*** Exercise data ***

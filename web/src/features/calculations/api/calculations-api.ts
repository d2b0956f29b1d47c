import {
  keepPreviousData,
  queryOptions,
  useMutation,
  useQuery,
  useQueryClient,
} from '@tanstack/react-query';
import type { CalculationResult } from '@loftwright/buoyancy';
import { apiClient } from '@/lib/api-client';
import { dispositionFileName, saveBlob } from '@/lib/save-blob';

export type VersionStatus = 'draft' | 'in_review' | 'approved' | 'changes_requested';

interface UserRef {
  id: string;
  displayName: string;
}

/** Shapes of api/src/calculations/calculation-views.ts. */
export interface CalculationSummary {
  id: string;
  title: string;
  kind: string;
  owner: UserRef | null;
  visibility: 'private' | 'team' | 'published';
  tags: string[];
  latestVersion: number;
  status: VersionStatus;
  archived: boolean;
  createdAt: string;
  updatedAt: string;
}

export interface VersionSummary {
  number: number;
  status: VersionStatus;
  note: string;
  author: UserRef | null;
  reviewer: UserRef | null;
  engineVersion: string;
  fingerprint: string;
  createdAt: string;
  submittedAt: string | null;
}

export interface VersionDetail extends VersionSummary {
  inputs: Record<string, unknown>;
  outputs: CalculationResult['outputs'];
  steps: CalculationResult['steps'];
  warnings: CalculationResult['warnings'];
  series: CalculationResult['series'] | null;
}

export interface CalculationDetail extends CalculationSummary {
  versions: VersionSummary[];
  latest: VersionDetail | null;
  /** What the signed-in user may do with it (api/src/calculations/calculation-access.ts). */
  permissions: {
    edit: boolean;
    archive: boolean;
    submit: boolean;
    review: boolean;
    upload: boolean;
    export: boolean;
  };
}

/** A row of GET /api/calculations: the summary and what the signed-in user may do with it. */
export interface CalculationListItem extends CalculationSummary {
  permissions: { archive: boolean };
}

export interface CalculationPage {
  items: CalculationListItem[];
  total: number;
  page: number;
  pageSize: number;
}

export interface ListParams {
  page: number;
  pageSize: number;
  sort?: string;
  kind?: string;
  status?: string;
  owner?: string;
  tag?: string;
  q?: string;
}

export const getCalculations = async (params: ListParams) =>
  (await apiClient.get<CalculationPage>('/calculations', { params })).data;

export const useCalculations = (params: ListParams) =>
  useQuery({
    queryKey: ['calculations', 'list', params],
    queryFn: () => getCalculations(params),
    placeholderData: keepPreviousData,
  });

export const calculationQueryOptions = (id: string) =>
  queryOptions({
    queryKey: ['calculations', 'detail', id],
    queryFn: async () => (await apiClient.get<CalculationDetail>(`/calculations/${id}`)).data,
  });

export const useCalculation = (id: string) => useQuery(calculationQueryOptions(id));

export function useCreateCalculation() {
  const queryClient = useQueryClient();
  return useMutation({
    mutationFn: async (body: {
      title: string;
      kind: string;
      inputs: unknown;
      visibility?: string;
      tags?: string[];
    }) => (await apiClient.post<CalculationDetail>('/calculations', body)).data,
    onSuccess: () => queryClient.invalidateQueries({ queryKey: ['calculations', 'list'] }),
  });
}

/** Downloads the calculation as a Loftwright file (docs/file-format.md). */
export async function downloadCalculationFile(id: string): Promise<void> {
  const response = await apiClient.get<Blob>(`/calculations/${id}/export`, {
    responseType: 'blob',
  });
  const header = response.headers['content-disposition'] as string | undefined;
  saveBlob(response.data, dispositionFileName(header, 'calculation.loftwright.json'));
}

/** A Loftwright file read in the browser becomes a new calculation of the user's. */
export function useImportCalculation() {
  const queryClient = useQueryClient();
  return useMutation({
    mutationFn: async (file: File) => {
      let body: unknown;
      try {
        body = JSON.parse(await file.text());
      } catch {
        throw new Error(
          `${file.name} is not a JSON file; a Loftwright file ends in .loftwright.json.`,
        );
      }
      return (await apiClient.post<CalculationDetail>('/calculations/import', body)).data;
    },
    onSuccess: () => queryClient.invalidateQueries({ queryKey: ['calculations', 'list'] }),
  });
}

/** Archives (the API never deletes): the calculation leaves the lists, its versions stay. */
export function useArchiveCalculation() {
  const queryClient = useQueryClient();
  return useMutation({
    mutationFn: async (id: string) => {
      await apiClient.delete(`/calculations/${id}`);
    },
    onSuccess: () => queryClient.invalidateQueries({ queryKey: ['calculations'] }),
  });
}

/** A new draft calculation of the same kind, starting from another one's latest inputs. */
export function useDuplicateCalculation() {
  const queryClient = useQueryClient();
  return useMutation({
    mutationFn: async (id: string) => {
      const source = await queryClient.fetchQuery(calculationQueryOptions(id));
      const body = {
        title: `${source.title} (copy)`.slice(0, 200),
        kind: source.kind,
        inputs: source.latest?.inputs ?? {},
        tags: source.tags,
        note: `Copied from “${source.title}”, version ${source.latestVersion}`,
      };
      return (await apiClient.post<CalculationDetail>('/calculations', body)).data;
    },
    onSuccess: () => queryClient.invalidateQueries({ queryKey: ['calculations', 'list'] }),
  });
}

export function useSaveVersion(id: string) {
  const queryClient = useQueryClient();
  return useMutation({
    mutationFn: async (body: { baseVersion: number; inputs: unknown; note: string }) =>
      (await apiClient.post<VersionDetail>(`/calculations/${id}/versions`, body)).data,
    onSuccess: () => queryClient.invalidateQueries({ queryKey: ['calculations'] }),
  });
}

export function useSubmitVersion(id: string) {
  const queryClient = useQueryClient();
  return useMutation({
    mutationFn: async ({ number, reviewerId }: { number: number; reviewerId?: string }) =>
      (
        await apiClient.post<VersionDetail>(
          `/calculations/${id}/versions/${number}/submit`,
          reviewerId ? { reviewerId } : {},
        )
      ).data,
    onSuccess: () => queryClient.invalidateQueries({ queryKey: ['calculations'] }),
  });
}

/** GET /api/reviewers: who a version can be submitted to. */
export const useReviewers = (enabled: boolean) =>
  useQuery({
    queryKey: ['reviewers'],
    queryFn: async () =>
      (await apiClient.get<{ id: string; displayName: string }[]>('/reviewers')).data,
    enabled,
  });

/** GET .../versions/:a/diff/:b (diffInputs/diffOutputs of @loftwright/buoyancy). */
export interface VersionDiff {
  from: number;
  to: number;
  inputs: { path: string; from: unknown; to: unknown }[];
  outputs: { name: string; label: string; unit: string; from: number | null; to: number | null }[];
  engineVersion: { from: string; to: string };
}

export const useVersionDiff = (id: string, a: number | undefined, b: number | undefined) =>
  useQuery({
    queryKey: ['calculations', 'diff', id, a, b],
    queryFn: async () =>
      (await apiClient.get<VersionDiff>(`/calculations/${id}/versions/${a}/diff/${b}`)).data,
    enabled: a !== undefined && b !== undefined && a !== b,
  });
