import { Card, Form, Space, Typography } from 'antd';
import { useState } from 'react';
import {
  AIR_PRESSURE_RANGE_PA,
  AIR_TEMPERATURE_RANGE_K,
  dryAirDensityKgM3,
  formatNumber,
  InputError,
  type NumberFormat,
  readLeadingNumber,
} from '@loftwright/buoyancy';
import { ReadingInput } from '@/components/reading/reading-input';
import { useReadingPreferences } from '@/components/reading/reading-preferences';

const KELVIN_AT_ZERO_CELSIUS = 273.15;
const PA_PER_HPA = 100;

/**
 * One fixed unit per field keeps this first page light: the engine's unit library (which reads
 * "59 °F" or "29.9 inHg") loads with the editor. Numbers still follow the one reading rule.
 */
const FIELDS = {
  temperature: {
    label: 'Air temperature',
    unit: '°C',
    spellings: ['', '°C', '° C', 'degC', 'C'],
    fromSI: (kelvin: number) => kelvin - KELVIN_AT_ZERO_CELSIUS,
    range: AIR_TEMPERATURE_RANGE_K,
  },
  pressure: {
    label: 'Air pressure',
    unit: 'hPa',
    spellings: ['', 'hPa'],
    fromSI: (pascal: number) => pascal / PA_PER_HPA,
    range: AIR_PRESSURE_RANGE_PA,
  },
} as const;

type FieldName = keyof typeof FIELDS;

function readIn(name: FieldName, text: string, numberFormat: NumberFormat): number {
  const field = FIELDS[name];
  const reading = readLeadingNumber(text, numberFormat);
  if (!reading.ok) throw new InputError(field.label, text, reading.reason);
  if (!(field.spellings as readonly string[]).includes(reading.rest.trim())) {
    throw new InputError(
      field.label,
      text,
      `is read in ${field.unit} here: type a number such as ${name === 'temperature' ? '15' : '1013'}`,
    );
  }
  return reading.value;
}

/**
 * A first look at the engine running in the browser: dry-air density from temperature and
 * pressure, recomputed as the person types, with ranges checked beside each field.
 */
export function AirDensityPreview() {
  const { numberFormat } = useReadingPreferences();
  const [temperatureC, setTemperatureC] = useState<number | undefined>(15);
  const [pressureHPa, setPressureHPa] = useState<number | undefined>(1013.25);
  const plain = (value: number) => formatNumber(value, numberFormat, { trimZeros: true });
  const outside = (name: FieldName, value: number | undefined) => {
    const { fromSI, range, unit } = FIELDS[name];
    if (value === undefined) return 'is empty';
    return value < fromSI(range.min) || value > fromSI(range.max)
      ? `must be between ${plain(fromSI(range.min))} ${unit} and ${plain(fromSI(range.max))} ${unit}`
      : undefined;
  };
  const problems = {
    temperature: outside('temperature', temperatureC),
    pressure: outside('pressure', pressureHPa),
  };
  const waitingFor = (Object.keys(problems) as FieldName[]).filter((name) => problems[name]);
  const densityKgM3 =
    waitingFor.length === 0 && temperatureC !== undefined && pressureHPa !== undefined
      ? dryAirDensityKgM3(temperatureC + KELVIN_AT_ZERO_CELSIUS, pressureHPa * PA_PER_HPA)
      : undefined;

  const field = (name: FieldName, value: number | undefined, set: (next?: number) => void) => (
    <Form.Item label={`${FIELDS[name].label} (${FIELDS[name].unit})`} htmlFor={`air-${name}`}>
      <ReadingInput
        id={`air-${name}`}
        label={FIELDS[name].label}
        value={value}
        onChange={set}
        displayKey={numberFormat}
        display={(next) => `${plain(next)} ${FIELDS[name].unit}`}
        read={(text) => {
          const next = readIn(name, text, numberFormat);
          return { value: next, readAs: `${plain(next)} ${FIELDS[name].unit}` };
        }}
        check={(next) => outside(name, next)}
      />
    </Form.Item>
  );

  return (
    <Card title="Dry air density">
      <Form layout="vertical" component="div">
        <Space wrap size="large" align="start">
          {field('temperature', temperatureC, setTemperatureC)}
          {field('pressure', pressureHPa, setPressureHPa)}
        </Space>
      </Form>
      <div role="status" aria-live="polite">
        {densityKgM3 === undefined ? (
          <Typography.Text type="danger">
            {`The density waits for: ${waitingFor.map((name) => FIELDS[name].label.toLowerCase()).join(' and ')}.`}
          </Typography.Text>
        ) : (
          <>
            <Typography.Title level={3} style={{ margin: 0 }}>
              <span className="lw-mono">
                {formatNumber(densityKgM3, numberFormat, { significantDigits: 5 })}
              </span>{' '}
              kg/m³
            </Typography.Title>
            <Typography.Text type="secondary">
              ideal-gas law, dry air, molar mass of the U.S. Standard Atmosphere 1976
            </Typography.Text>
          </>
        )}
      </div>
    </Card>
  );
}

*** End of Exercise data ***

Copy each line above where "Space" appears.

→ Solution to this exercise
import { Card, Form, Space, Typography } from 'antd';
        <Space wrap size="large" align="start">
        </Space>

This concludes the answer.